PepsiCo Cuts Product Line and Announces Layoffs
On Tuesday, PepsiCo revealed plans to reduce its U.S. soda and snack offerings by 20%, change some prices, and lay off an undisclosed number of employees—a decision made in collaboration with activist investor Elliott Management.
The renowned snack lineup includes Lay’s, Cheetos, Doritos, and Funyuns, alongside popular drinks like Pepsi and Mountain Dew. However, the company hasn’t specified which brands will be discontinued.
This move follows Elliott’s significant investment in PepsiCo earlier this year, where it acquired a $4 billion stake, pushing the company to simplify its brand portfolio.
In light of Elliott’s influence, PepsiCo is addressing cost-cutting measures, with an internal message to staff indicating that structural changes will impact certain roles in the company. Recently, employees at various North American locations, including the headquarters in New York, were instructed to work from home.
On the production front, PepsiCo is revamping its Lay’s potato chips to highlight that they are made from “real potatoes” and has switched to natural colors for its barbecue flavors, replacing artificial ones.
Additionally, the company is reformulating its Doritos and Cheetos products by removing synthetic dyes after public pushback from Health Secretary Robert F. Kennedy Jr., who urged companies to cut back on artificial food dyes.
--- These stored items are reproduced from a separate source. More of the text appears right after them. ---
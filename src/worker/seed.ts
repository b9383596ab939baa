import { createHash, randomBytes } from 'node:crypto';
import { eq } from 'drizzle-orm';
import { config, ownerConfig } from '$lib/server/config';
import { openDatabase, type Database } from '$lib/server/db/client';
import { emailOf, team } from '$lib/server/demo/seed/cast';
import { demoNowMs } from '$lib/server/demo/seed/demo-time';
import { resetDatabase } from '$lib/server/demo/seed/reset-database';
import { seedDemo } from '$lib/server/demo/seed/seed-demo';
import { instance, lab, setupLink } from '$lib/server/db/schema';
import type { InstanceKind } from '$lib/server/instance/load-instance';

/**
 * Prepares a database at its first start: `--demo` plays the demo study, `--rehearse` leaves a blank
 * lab with a clock that can be moved, `--empty` a blank lab. Prints JSON lines for the start script.
 */
const kinds: Record<string, InstanceKind> = {
	'--demo': 'demo',
	'--rehearse': 'rehearsal',
	'--empty': 'own'
};
const demoSeed = 20270311;
const option = process.argv[2] ?? '--empty';
const kind = kinds[option];
if (!kind) throw new Error(`unknown option ${option}; use --demo, --rehearse or --empty`);

const owner = openDatabase(ownerConfig().OVALRY_OWNER_URL, { max: 2 });
const app = openDatabase(config().DATABASE_URL, { max: 4 });
try {
	if (kind === 'demo') await prepareDemo();
	else await prepareBlank(kind);
} finally {
	await Promise.all([owner.end(), app.end()]);
}

async function prepareDemo(): Promise<void> {
	const [found] = await owner.db.select().from(instance);
	if (found && found.kind !== 'demo')
		throw new Error('This database is no demo: the demo seed leaves it alone.');
	if (found?.seed == null) {
		if (found || (await hasLab(owner.db))) await resetDatabase(owner.db);
		await owner.db.insert(instance).values({ kind: 'demo' });
		await seedDemo({ db: app.db, settings: config(), seed: demoSeed, report: console.error });
		const clockOffsetMs = demoNowMs - Date.now();
		await owner.db
			.update(instance)
			.set({ seed: demoSeed, clockOffsetMs })
			.where(eq(instance.onlyRow, true));
	}
	const people = team.map(({ key, name, role }) => ({ role, name, email: emailOf(key) }));
	console.log(JSON.stringify({ people }));
}

async function prepareBlank(kind: 'rehearsal' | 'own'): Promise<void> {
	const [found] = await owner.db.select().from(instance);
	if (!found) await owner.db.insert(instance).values({ kind });
	if (await hasLab(owner.db)) return;
	const token = randomBytes(32).toString('base64url');
	const tokenHash = createHash('sha256').update(token).digest();
	const expiresAt = new Date(Date.now() + (found?.clockOffsetMs ?? 0) + 30 * 60_000);
	await owner.db.insert(setupLink).values({ tokenHash, expiresAt });
	console.log(JSON.stringify({ setupLink: `${config().ORIGIN}/setup/${token}` }));
}

async function hasLab(db: Database): Promise<boolean> {
	return (await db.select({ id: lab.id }).from(lab).limit(1)).length > 0;
}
PepsiCo also plans to introduce new products that are higher in protein and fiber, alongside options with lowered sugar content.
“This isn’t business as usual for us,” said PepsiCo’s Chief Financial Officer Steve Schmidt during a conference call with analysts on Tuesday.
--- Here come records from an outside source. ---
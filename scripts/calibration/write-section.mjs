import { existsSync, readFileSync, writeFileSync } from 'node:fs';
import { fileURLToPath } from 'node:url';

const file = fileURLToPath(new URL('../../scheduler/CALIBRATION.md', import.meta.url));
const HEAD = `# Calibration

How often the engine's intervals, ellipsoids, tests and rules keep what they promise, by seeded
simulation. Each section is written by its own script; run it again after a change of method.
`;

/** Puts a section in place of the one with the same title, or at the end; others stay as they are. */
export function writeSection(title, lines) {
	const known = existsSync(file) ? readFileSync(file, 'utf8') : HEAD;
	const [head, ...sections] = known.split(/^(?=## )/m);
	const section = `## ${title}\n\n${lines.join('\n')}\n`;
	const place = sections.findIndex((text) => text.startsWith(`## ${title}\n`));
	if (place < 0) sections.push(section);
	else sections[place] = section;
	const text = [head, ...sections].map((part) => part.trimEnd()).join('\n\n');
	writeFileSync(file, `${text}\n`);
}
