import { z } from 'zod';
import type { PowerAssumptions } from './power-report';

const optional = (schema: z.ZodNumber) =>
	z
		.union([z.literal('').transform(() => undefined), z.coerce.number().pipe(schema)])
		.optional()
		.catch(undefined);

/** Values to try in place of those of the plan, from the address; what cannot be read is left out. */
export const whatIfSchema = z.object({
	n: optional(z.number().int().min(2).max(5000)),
	d: optional(z.number().min(0.01).max(5)),
	alpha: optional(z.number().min(0.0001).max(0.5)),
	people: optional(z.number().min(0).max(95)),
	effect: optional(z.number().min(0).max(95))
});

export type WhatIf = z.infer<typeof whatIfSchema>;

/** The plan with what was asked put in its place; shares are asked for in percent. */
export function applyWhatIf(plan: PowerAssumptions, asked: WhatIf): PowerAssumptions {
	return {
		peoplePerArm: asked.n ?? plan.peoplePerArm,
		effectD: asked.d ?? plan.effectD,
		alpha: asked.alpha ?? plan.alpha,
		sides: plan.sides,
		peopleLostShare: asked.people === undefined ? plan.peopleLostShare : asked.people / 100,
		effectLostShare: asked.effect === undefined ? plan.effectLostShare : asked.effect / 100
	};
}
Looking ahead, the company anticipates organic revenue growth of 2% to 4% for fiscal 2026, slightly below the analysts’ expectations of approximately 2.7%.
CEO Ramon Laguarta mentioned that savings from efficiency improvements would help in lowering prices for some key brands, hoping to stimulate sales amid inflation pressures that led consumers to shy away from higher-priced snacks and beverages. The specific products to receive price reductions weren’t identified.
“We have a chance to reinvest value significantly,” Laguarta expressed, adding that he feels optimistic about potential sales volume increases.
In November, the company announced plans to shut down its Frito-Lay facility in Orlando, Florida, resulting in over 450 job losses, which they attributed to “business needs.”
Despite the ongoing changes, Laguarta reaffirmed that PepsiCo isn’t contemplating fully franchising its North American operations, although they are exploring various shifts within their existing system.
Similar to other beverage companies, PepsiCo operates through both independent bottlers and company-owned bottling facilities. Laguarta confirmed that Elliott would remain involved with the company.